◆ Exercise directions
Count how many lines of the data include "fire". The answer is that number and nothing else.

----- Data records

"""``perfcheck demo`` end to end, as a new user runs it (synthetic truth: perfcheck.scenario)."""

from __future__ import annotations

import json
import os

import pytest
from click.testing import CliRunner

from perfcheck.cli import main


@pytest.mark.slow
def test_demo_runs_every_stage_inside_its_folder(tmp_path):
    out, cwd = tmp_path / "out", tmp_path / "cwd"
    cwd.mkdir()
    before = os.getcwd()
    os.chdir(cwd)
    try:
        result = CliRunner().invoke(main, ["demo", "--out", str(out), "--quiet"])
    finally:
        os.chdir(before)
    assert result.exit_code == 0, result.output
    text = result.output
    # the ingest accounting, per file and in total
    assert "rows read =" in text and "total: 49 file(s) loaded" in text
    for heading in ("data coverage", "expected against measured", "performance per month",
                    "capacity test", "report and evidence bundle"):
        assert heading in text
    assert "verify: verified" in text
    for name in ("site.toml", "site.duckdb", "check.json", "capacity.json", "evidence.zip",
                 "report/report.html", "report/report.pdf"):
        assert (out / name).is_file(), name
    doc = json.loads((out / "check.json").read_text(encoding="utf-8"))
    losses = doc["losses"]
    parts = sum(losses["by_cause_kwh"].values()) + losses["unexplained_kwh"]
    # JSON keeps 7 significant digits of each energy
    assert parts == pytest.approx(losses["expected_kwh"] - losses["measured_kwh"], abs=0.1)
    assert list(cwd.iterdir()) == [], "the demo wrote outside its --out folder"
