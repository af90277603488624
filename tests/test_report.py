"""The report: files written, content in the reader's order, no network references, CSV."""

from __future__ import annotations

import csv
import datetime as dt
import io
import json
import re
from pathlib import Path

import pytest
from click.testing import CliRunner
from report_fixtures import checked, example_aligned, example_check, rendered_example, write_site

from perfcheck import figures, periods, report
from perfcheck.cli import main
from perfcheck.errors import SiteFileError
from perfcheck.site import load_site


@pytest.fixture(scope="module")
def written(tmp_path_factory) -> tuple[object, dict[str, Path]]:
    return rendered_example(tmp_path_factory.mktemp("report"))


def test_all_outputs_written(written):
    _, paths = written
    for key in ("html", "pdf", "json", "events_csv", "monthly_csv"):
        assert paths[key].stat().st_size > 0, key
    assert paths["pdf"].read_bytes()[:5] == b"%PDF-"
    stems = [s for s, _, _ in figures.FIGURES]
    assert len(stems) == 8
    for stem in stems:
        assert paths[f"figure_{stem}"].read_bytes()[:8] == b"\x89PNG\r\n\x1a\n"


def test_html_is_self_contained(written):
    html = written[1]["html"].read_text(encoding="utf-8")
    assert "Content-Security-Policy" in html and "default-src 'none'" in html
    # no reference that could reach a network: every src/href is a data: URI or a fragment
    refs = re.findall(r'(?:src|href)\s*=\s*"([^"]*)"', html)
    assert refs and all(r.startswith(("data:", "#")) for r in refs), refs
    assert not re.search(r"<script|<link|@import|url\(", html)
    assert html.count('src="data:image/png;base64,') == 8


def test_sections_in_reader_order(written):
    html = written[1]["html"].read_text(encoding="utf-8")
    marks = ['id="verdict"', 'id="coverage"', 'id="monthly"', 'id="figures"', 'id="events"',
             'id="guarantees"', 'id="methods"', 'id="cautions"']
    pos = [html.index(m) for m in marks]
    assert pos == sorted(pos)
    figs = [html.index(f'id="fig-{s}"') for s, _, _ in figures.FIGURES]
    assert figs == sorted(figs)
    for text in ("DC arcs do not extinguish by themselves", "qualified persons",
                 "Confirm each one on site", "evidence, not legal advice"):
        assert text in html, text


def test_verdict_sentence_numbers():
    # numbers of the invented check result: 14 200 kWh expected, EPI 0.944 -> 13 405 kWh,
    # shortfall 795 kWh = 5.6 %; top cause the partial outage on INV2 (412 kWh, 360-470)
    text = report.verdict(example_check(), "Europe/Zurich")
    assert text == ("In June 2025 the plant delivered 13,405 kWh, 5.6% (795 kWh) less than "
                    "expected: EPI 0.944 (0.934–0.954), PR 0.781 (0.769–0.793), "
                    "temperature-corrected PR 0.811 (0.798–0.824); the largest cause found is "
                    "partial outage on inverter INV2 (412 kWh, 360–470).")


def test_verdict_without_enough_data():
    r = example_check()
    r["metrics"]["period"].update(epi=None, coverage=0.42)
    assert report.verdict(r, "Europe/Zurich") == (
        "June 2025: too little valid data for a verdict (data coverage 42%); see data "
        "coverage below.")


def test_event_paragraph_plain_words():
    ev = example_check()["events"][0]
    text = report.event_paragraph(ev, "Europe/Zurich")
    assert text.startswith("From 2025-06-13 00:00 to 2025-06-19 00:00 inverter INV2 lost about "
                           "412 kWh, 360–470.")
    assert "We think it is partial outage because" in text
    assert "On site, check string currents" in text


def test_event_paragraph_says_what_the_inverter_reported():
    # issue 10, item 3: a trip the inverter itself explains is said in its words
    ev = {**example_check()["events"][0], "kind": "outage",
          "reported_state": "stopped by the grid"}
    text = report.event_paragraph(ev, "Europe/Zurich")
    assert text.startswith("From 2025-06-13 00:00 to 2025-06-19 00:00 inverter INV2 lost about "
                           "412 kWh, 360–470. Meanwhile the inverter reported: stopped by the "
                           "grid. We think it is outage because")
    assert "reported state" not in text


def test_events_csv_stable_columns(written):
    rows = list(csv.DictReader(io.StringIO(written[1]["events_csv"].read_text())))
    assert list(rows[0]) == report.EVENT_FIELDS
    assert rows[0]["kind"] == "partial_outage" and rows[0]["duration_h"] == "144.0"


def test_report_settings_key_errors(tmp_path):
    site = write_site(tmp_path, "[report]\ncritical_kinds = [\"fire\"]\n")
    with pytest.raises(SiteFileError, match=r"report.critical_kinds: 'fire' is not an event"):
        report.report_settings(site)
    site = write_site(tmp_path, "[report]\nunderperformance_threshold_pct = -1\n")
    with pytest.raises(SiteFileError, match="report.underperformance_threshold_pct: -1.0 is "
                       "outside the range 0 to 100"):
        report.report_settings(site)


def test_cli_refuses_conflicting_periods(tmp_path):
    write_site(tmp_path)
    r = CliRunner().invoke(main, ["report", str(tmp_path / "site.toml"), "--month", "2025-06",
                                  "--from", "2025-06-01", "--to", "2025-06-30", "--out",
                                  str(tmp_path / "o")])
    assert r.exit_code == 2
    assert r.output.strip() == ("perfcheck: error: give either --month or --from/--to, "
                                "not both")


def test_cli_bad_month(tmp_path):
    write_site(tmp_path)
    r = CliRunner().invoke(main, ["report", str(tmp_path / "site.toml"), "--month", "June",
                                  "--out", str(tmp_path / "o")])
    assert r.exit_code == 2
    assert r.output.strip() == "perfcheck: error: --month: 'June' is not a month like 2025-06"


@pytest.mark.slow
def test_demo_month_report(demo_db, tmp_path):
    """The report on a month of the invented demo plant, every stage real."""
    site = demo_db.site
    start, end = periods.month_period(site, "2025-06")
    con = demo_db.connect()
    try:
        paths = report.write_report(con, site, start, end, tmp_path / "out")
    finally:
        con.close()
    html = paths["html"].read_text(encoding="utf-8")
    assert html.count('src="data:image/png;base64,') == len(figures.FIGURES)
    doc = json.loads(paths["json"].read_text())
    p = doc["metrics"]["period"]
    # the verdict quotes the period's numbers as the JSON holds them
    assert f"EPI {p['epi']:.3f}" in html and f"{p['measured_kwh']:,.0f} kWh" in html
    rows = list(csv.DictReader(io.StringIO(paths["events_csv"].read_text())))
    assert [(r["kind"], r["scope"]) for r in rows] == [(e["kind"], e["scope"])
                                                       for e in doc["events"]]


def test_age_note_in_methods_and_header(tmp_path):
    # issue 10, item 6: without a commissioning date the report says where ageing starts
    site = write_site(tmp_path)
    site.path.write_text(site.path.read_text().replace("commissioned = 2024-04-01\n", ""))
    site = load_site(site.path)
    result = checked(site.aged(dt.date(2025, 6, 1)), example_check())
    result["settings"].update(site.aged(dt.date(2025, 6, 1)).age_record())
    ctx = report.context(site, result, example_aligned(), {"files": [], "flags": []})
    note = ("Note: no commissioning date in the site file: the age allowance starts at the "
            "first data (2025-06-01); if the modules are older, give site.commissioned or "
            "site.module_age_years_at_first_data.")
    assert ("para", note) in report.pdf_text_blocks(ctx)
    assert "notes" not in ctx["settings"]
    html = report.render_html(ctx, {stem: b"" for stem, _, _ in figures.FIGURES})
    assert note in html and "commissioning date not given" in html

----------

◆ Your response
2